Where it comes from: “In Tuscany,” says Johns, “so many people still remember the dire poverty of the times before, during, and just after World War II. My book has stories from individuals who lived through these hard times. It doesn’t take long for any conversation about the traditional dishes here to turn into stories and remembrances of how precious each breadcrumb was in the past.”

Tuscan bread is salt-free, Johns notes, “because up until a few years ago, salt was heavily taxed and was used only for the things that were absolutely necessary such as curing meat and making cheese; none was spared for bread.
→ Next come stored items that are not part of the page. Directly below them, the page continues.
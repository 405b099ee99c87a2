"""Predicates on profiles: closure, the side of the axis, self-intersection, nesting.

:func:`prepare` runs every check the engine relies on and returns the profile
placed in the axis frame (see :mod:`revolve.geometry.frame`). A failed check
raises :class:`~revolve.errors.ProfileError` naming the segment and, where
the segment came from a file, the file and line.

Examples
--------
>>> from revolve.geometry.profile import Loop, Profile, Axis
>>> ring = Profile(loops=(Loop.from_points([(0, 1), (2, 1), (2, 3), (0, 3)]),))
>>> prep = prepare(ring, Axis.x())
>>> prep.side, prep.depths
(1.0, (0,))
>>> crossing = Profile(loops=(Loop.from_points([(0, -1), (2, -1), (2, 3), (0, 3)]),))
>>> prepare(crossing, Axis.x())
Traceback (most recent call last):
...
revolve.errors.ProfileError: loop 1, segment 1: the profile crosses the axis here (point (0, -1) is on the other side); a section must lie on one side of the axis, touching it at most
"""

from __future__ import annotations

import math
from dataclasses import dataclass
from functools import cached_property
from typing import Optional, Sequence, Tuple

import numpy as np

from revolve.errors import ProfileError
from revolve.geometry.frame import to_frame
from revolve.geometry.profile import Axis, Profile
from revolve.geometry.segments import COORDINATE_LIMIT, SIZE_LIMIT, Segment, Where

#: Relative tolerance (of the profile's size) for closure, axis contact and touching.
RELATIVE_TOLERANCE = 1e-9
#: Axis-frame coordinates smaller than this fraction of the profile's size are zero:
#: a coordinate such as 5e-324 next to 2.5 is rounding noise, and keeping it would make
#: slopes (Δr/Δz) and step counts overflow.
SNAP_FRACTION = 1e-15


@dataclass(frozen=True)
class PreparedProfile:
    """A checked profile in the axis frame.

    ``paths`` holds the frame segments of each loop, then each chain;
    ``closed`` says which paths are loops; ``depths`` is each loop's nesting
    depth (odd = a hole); ``side`` is +1 when the sketch profile lies on the
    left of the axis direction, -1 when on the right; ``size`` is the diagonal
    of its bounding box. A polyline stays one segment (one array): no
    algorithm needs a Python object per vertex.
    """

    paths: Tuple[Tuple[Segment, ...], ...]
    closed: Tuple[bool, ...]
    depths: Tuple[int, ...]
    side: float
    size: float
    tolerance: float

    @cached_property
    def loop_factors(self) -> Tuple[float, ...]:
        """Per closed loop, +1 or −1 so that solids add and holes subtract (:func:`loop_factor`).

        >>> from revolve.geometry.profile import Loop, Profile, Axis
        >>> outer = Loop.from_points([(0, 1), (4, 1), (4, 5), (0, 5)])          # counter-clockwise
        >>> hole = Loop.from_points([(1, 2), (2, 2), (2, 3), (1, 3)])           # counter-clockwise too
        >>> prepare(Profile(loops=(outer, hole)), Axis.x()).loop_factors
        (1.0, -1.0)
        """
        from revolve.geometry.integrals import COL, segment_integrals

        out = []
        loops = [segs for segs, closed in zip(self.paths, self.closed) if closed]
        for segs, depth in zip(loops, self.depths):
            z0, r0, z1, r1 = _box(segs)
            moved = [s.translated(-(z0 + z1) / 2, -(r0 + r1) / 2) for s in segs]
            area = float(segment_integrals(moved).values[:, COL["M00"]].sum())
            out.append(loop_factor(area, depth))
        return tuple(out)


def _edge_count(seg) -> int:
    """How many segments ``seg`` counts as in messages (a polyline: one per edge)."""
    return seg.edge_count()


def loop_factor(signed_area: float, depth: int) -> float:
    """The one rule for a loop's sign: the sign of its area times (−1) to its nesting depth.

    A solid loop then adds and a hole subtracts, whichever way each one runs; a
    loop of zero area counts nothing.

    >>> loop_factor(2.5, 0), loop_factor(2.5, 1), loop_factor(-2.5, 1), loop_factor(0.0, 0)
    (1.0, -1.0, 1.0, 0.0)
    """
    if signed_area == 0:
        return 0.0
    return (1.0 if signed_area > 0 else -1.0) * (1.0 if depth % 2 == 0 else -1.0)


def _box(segs) -> Tuple[float, float, float, float]:
    b = np.array([s.bounds() for s in segs], dtype=float).reshape(-1, 4)
    return float(b[:, 0].min()), float(b[:, 1].min()), float(b[:, 2].max()), float(b[:, 3].max())


def _place(seg: Segment, path_no: int, seg_no: int, closed: bool) -> str:
    return f"{'loop' if closed else 'chain'} {path_no}, segment {seg_no}"


def _fail(message: str, seg: Optional[Segment] = None, place: Optional[str] = None):
    where = getattr(seg, "where", None)
    return ProfileError(message,
                        file=where.file if where else None,
                        line=where.line if where else None,
                        place=(where.place if where and where.place else place))


def _min_distance_from_axis(seg: Segment) -> Tuple[float, Tuple[float, float]]:
    """Lowest ``r`` along a frame segment and where it occurs (exact where its turning points are)."""
    pts = np.vstack([seg.flatten(math.pi / 180, 512), seg.points_at(seg.turning_parameters(1))])
    i = int(np.argmin(pts[:, 1]))
    return float(pts[i, 1]), (float(pts[i, 0]), float(pts[i, 1]))


def _segments_cross(p, q, r, s, tol):
    """Vectorised test: does chord p-q meet chord r-s (touching counts)?"""
    def orient(a, b, c):
        return (b[:, 0] - a[:, 0]) * (c[:, 1] - a[:, 1]) - (b[:, 1] - a[:, 1]) * (c[:, 0] - a[:, 0])

    d1, d2 = orient(r, s, p), orient(r, s, q)
    d3, d4 = orient(p, q, r), orient(p, q, s)
    len_pq = np.hypot(*(q - p).T)
    len_rs = np.hypot(*(s - r).T)
    # Orientation values are areas: compare with tolerance × length.
    t_rs = tol * np.maximum(len_rs, tol)
    t_pq = tol * np.maximum(len_pq, tol)
    proper = (((d1 > t_rs) & (d2 < -t_rs)) | ((d1 < -t_rs) & (d2 > t_rs))) & \
             (((d3 > t_pq) & (d4 < -t_pq)) | ((d3 < -t_pq) & (d4 > t_pq)))

    def on_segment(a, b, c, d, t):
        # c lies on a-b (|d| small) within its bounding box
        inside = (np.minimum(a[:, 0], b[:, 0]) - tol <= c[:, 0]) & (c[:, 0] <= np.maximum(a[:, 0], b[:, 0]) + tol) & \
                 (np.minimum(a[:, 1], b[:, 1]) - tol <= c[:, 1]) & (c[:, 1] <= np.maximum(a[:, 1], b[:, 1]) + tol)
        return (np.abs(d) <= t) & inside

    # Touching needs an orientation within its tolerance: test only those pairs.
    near = np.flatnonzero((np.abs(d1) <= t_rs) | (np.abs(d2) <= t_rs) |
                          (np.abs(d3) <= t_pq) | (np.abs(d4) <= t_pq))
    if near.size:
        p, q, r, s = p[near], q[near], r[near], s[near]
        t_rs, t_pq = t_rs[near], t_pq[near]
        proper[near] |= on_segment(r, s, p, d1[near], t_rs) | on_segment(r, s, q, d2[near], t_rs) | \
            on_segment(p, q, r, d3[near], t_pq) | on_segment(p, q, s, d4[near], t_pq)
    return proper


def _sweep_order(lo: np.ndarray, hi: np.ndarray) -> Tuple[np.ndarray, np.ndarray]:
    """Boxes sorted by their low end on one axis, and how many boxes after each start before its high end.

    The partners of sorted position p are positions p + 1 … p + span[p]: the
    boxes whose interval on this axis overlaps p's and starts no earlier.
    """
    order = np.argsort(lo, kind="stable")
    ls = lo[order]
    span = np.searchsorted(ls, hi[order], side="right") - np.arange(len(order)) - 1
    return order, np.maximum(span, 0)


def _grid_order(x0, x1, y0, y1, n_limit: int):
    """Boxes registered in the cells of a uniform grid that they cover, grouped by cell.

    Returns (edge of each registration, span, cell key of each registration,
    cell function) with the registrations sorted by cell; the partners of a
    registration are the later ones in its cell. The cell size starts at the
    median box size and doubles until at most ``n_limit`` registrations are
    made, so long boxes cannot blow up the index. ``None`` if the boxes are
    degenerate (all of zero size).
    """
    n = len(x0)
    extent = np.maximum(x1 - x0, y1 - y0)
    h = float(np.median(extent))
    ox, oy = float(x0.min()), float(y0.min())
    whole = max(float(x1.max()) - ox, float(y1.max()) - oy)
    h = max(h, whole / 2.0 ** 24)
    if not (h > 0 and math.isfinite(h)):
        return None
    while True:
        cx0 = np.floor((x0 - ox) / h).astype(np.int64)
        cx1 = np.floor((x1 - ox) / h).astype(np.int64)
        cy0 = np.floor((y0 - oy) / h).astype(np.int64)
        cy1 = np.floor((y1 - oy) / h).astype(np.int64)
        wide = cy1 - cy0 + 1
        reg = (cx1 - cx0 + 1) * wide
        total = int(reg.sum())
        if total <= n_limit or h >= whole:
            break
        h *= 2
    rows = int(cy1.max()) + 1
    edge = np.repeat(np.arange(n), reg)
    off = np.arange(total) - np.repeat(np.cumsum(reg) - reg, reg)
    key = (cx0[edge] + off // wide[edge]) * rows + (cy0[edge] + off % wide[edge])
    order = np.argsort(key, kind="stable")
    key, edge = key[order], edge[order]
    new = np.flatnonzero(key[1:] != key[:-1]) + 1
    group_end = np.append(new, total)
    group = np.concatenate([[0], np.cumsum(key[1:] != key[:-1])]) if total else np.zeros(0, int)
    span = group_end[group] - np.arange(total) - 1

    def cell(x, y):
        return np.floor((x - ox) / h).astype(np.int64) * rows + np.floor((y - oy) / h).astype(np.int64)

    return edge, span, key, cell


def find_self_intersection(chains: Sequence[np.ndarray], closed: Sequence[bool], tol: float,
                           chunk: int = 500_000,
                           index: Optional[str] = None) -> Optional[Tuple[int, int, int, int]]:
    """First pair of non-adjacent chords that meet, as (path_a, chord_a, path_b, chord_b).

    ``chains`` holds each path's points (m + 1, 2). Two chords are candidates
    when their boxes overlap: ``[x_min − tol, x_max + tol]`` on x and
    ``[y_min, y_max + tol]`` on y. The candidates come from whichever of three
    indexes gives the fewest pairs to test, each counted exactly beforehand in
    O(n log n): a sweep over x, a sweep over y, or a uniform grid whose cells
    hold the chords whose boxes cover them (a pair is tested only in the cell
    that holds the low corner of the overlap of their boxes, so once). On real
    outlines the grid's pairs are O(n); no index helps when the boxes of many
    chords truly overlap (a noisy outline whose zigzags are far longer than
    the spacing of its points: the pairs grow as (total length)² / area).
    The exact orientation test then runs vectorised over the candidates, in
    chunks of ``chunk`` pairs (their temporaries stay near 100 MB). ``index``
    ("x", "y" or "grid") forces one index (for tests); the answer is the same
    whichever is used.

    >>> bow = [np.array([[0, 0], [2, 2], [2, 0], [0, 2], [0, 0]], dtype=float)]
    >>> find_self_intersection(bow, [True], 1e-9)
    (0, 0, 0, 2)
    >>> square = [np.array([[0, 0], [1, 0], [1, 1], [0, 1], [0, 0]], dtype=float)]
    >>> find_self_intersection(square, [True], 1e-9) is None
    True
    """
    starts, ends, path_of, index_of, count_of = [], [], [], [], []
    for k, pts in enumerate(chains):
        m = len(pts) - 1
        if m < 1:
            continue
        starts.append(pts[:-1])
        ends.append(pts[1:])
        path_of.append(np.full(m, k))
        index_of.append(np.arange(m))
        count_of.append(np.full(m, m))
    if not starts:
        return None
    a = np.vstack(starts)
    b = np.vstack(ends)
    path = np.concatenate(path_of)
    idx = np.concatenate(index_of)
    cnt = np.concatenate(count_of)
    is_closed = np.asarray(closed, dtype=bool)[path]
    x0 = np.minimum(a[:, 0], b[:, 0]) - tol
    x1 = np.maximum(a[:, 0], b[:, 0]) + tol
    y0 = np.minimum(a[:, 1], b[:, 1])
    y1 = np.maximum(a[:, 1], b[:, 1]) + tol
    n = len(a)
    choices = {}
    for name, lo, hi in (("x", x0, x1), ("y", y0, y1)):
        if name == "y" and index is None and choices and choices["x"][0] <= 3 * n:
            break       # the x sweep is already down to three pairs per chord: take it
        if index in (None, name):
            order, span = _sweep_order(lo, hi)
            choices[name] = (int(span.sum()), order, span, None, None)
    # The grid costs a sort of its registrations: build it only when a sweep is not already
    # down to a few pairs per chord (or when asked for).
    few = bool(choices) and min(c[0] for c in choices.values()) <= 4 * n
    grid = _grid_order(x0, x1, y0, y1, 4 * n + 1024) \
        if index == "grid" or (index is None and not few) else None
    if grid is not None:
        edge, span, key, cell = grid
        choices["grid"] = (int(span.sum()), edge, span, key, cell)
    if not choices:
        order, span = _sweep_order(x0, x1)
        choices["x"] = (int(span.sum()), order, span, None, None)
    total, ids, span, key, cell = min(choices.values(), key=lambda c: c[0])
    # The boxes in the index's order, so that a position's partners are read nearby.
    bx0, bx1, by0, by1 = x0[ids], x1[ids], y0[ids], y1[ids]
    cum = np.cumsum(span)
    best = None
    start = 0
    while start < len(ids) and total:
        # Owners start … stop − 1 (about `chunk` pairs), each with partners p + 1 … p + span[p].
        done = int(cum[start - 1]) if start else 0
        stop = max(start + 1, int(np.searchsorted(cum, done + chunk, side="right")))
        owners = np.arange(start, stop)
        start = stop
        sp = span[owners]
        p = np.repeat(owners, sp)
        if not p.size:
            continue
        q = p + 1 + (np.arange(p.size) - np.repeat(np.cumsum(sp) - sp, sp))
        near = (bx0[p] <= bx1[q]) & (bx0[q] <= bx1[p]) & (by0[p] <= by1[q]) & (by0[q] <= by1[p])
        p, q = p[near], q[near]
        i, j = ids[p], ids[q]
        same = path[i] == path[j]
        diff = np.abs(idx[i] - idx[j])
        adjacent = same & ((diff == 1) | (is_closed[i] & (diff == cnt[i] - 1)))
        keep = (~adjacent) & (i != j)
        if cell is not None:
            keep &= cell(np.maximum(x0[i], x0[j]), np.maximum(y0[i], y0[j])) == key[p]
        i, j = i[keep], j[keep]
        if i.size:
            hit = _segments_cross(a[i], b[i], a[j], b[j], tol)
            if hit.any():
                cand = [(int(path[x]), int(idx[x]), int(path[y]), int(idx[y]))
                        for x, y in zip(i[hit], j[hit])]
                cand = [c if (c[0], c[1]) <= (c[2], c[3]) else (c[2], c[3], c[0], c[1]) for c in cand]
                m = min(cand)
                best = m if best is None else min(best, m)
    return best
In any event, bread was baked only once a week, and bread made without salt dries out within a day, as salt is what holds the moisture in the bread.”

Thus many classic recipes, such as ribollita and panzanella, use dry or day-old bread.

What to do with it: “Using these crumbs as a condiment for pasta is a great (and delicious!) example of the idea of ‘good food for hard times,’” says Johns, who will teach a Tuscan cooking class in Chicago Wednesday, Aug. 31. In this recipe from her new book, breadcrumbs are tossed with sauteed garlic and spicy red pepper flakes to create a spicy, crunchy topping.

Pasta alle briciole
Pasta with spicy breadcrumb topping
Pamela Sheldon Johns

1 pound pasta (such as pici, bucatini, or spaghetti)
1/4 cup extra-virgin olive oil
3 cups coarse dried breadcrumbs
3 cloves garlic, minced
Pinch of red pepper flakes

In a large pot of salted boiling water, cook the pasta according to the package directions until al dente.

Meanwhile, heat the oil in a large skillet over medium heat and saute the breadcrumbs, garlic and pepper flakes until the crumbs are golden. Using a slotted spoon, transfer to paper towels to drain and let cool.

Drain the pasta, add the topping, and toss. Serve at once. 6 servings.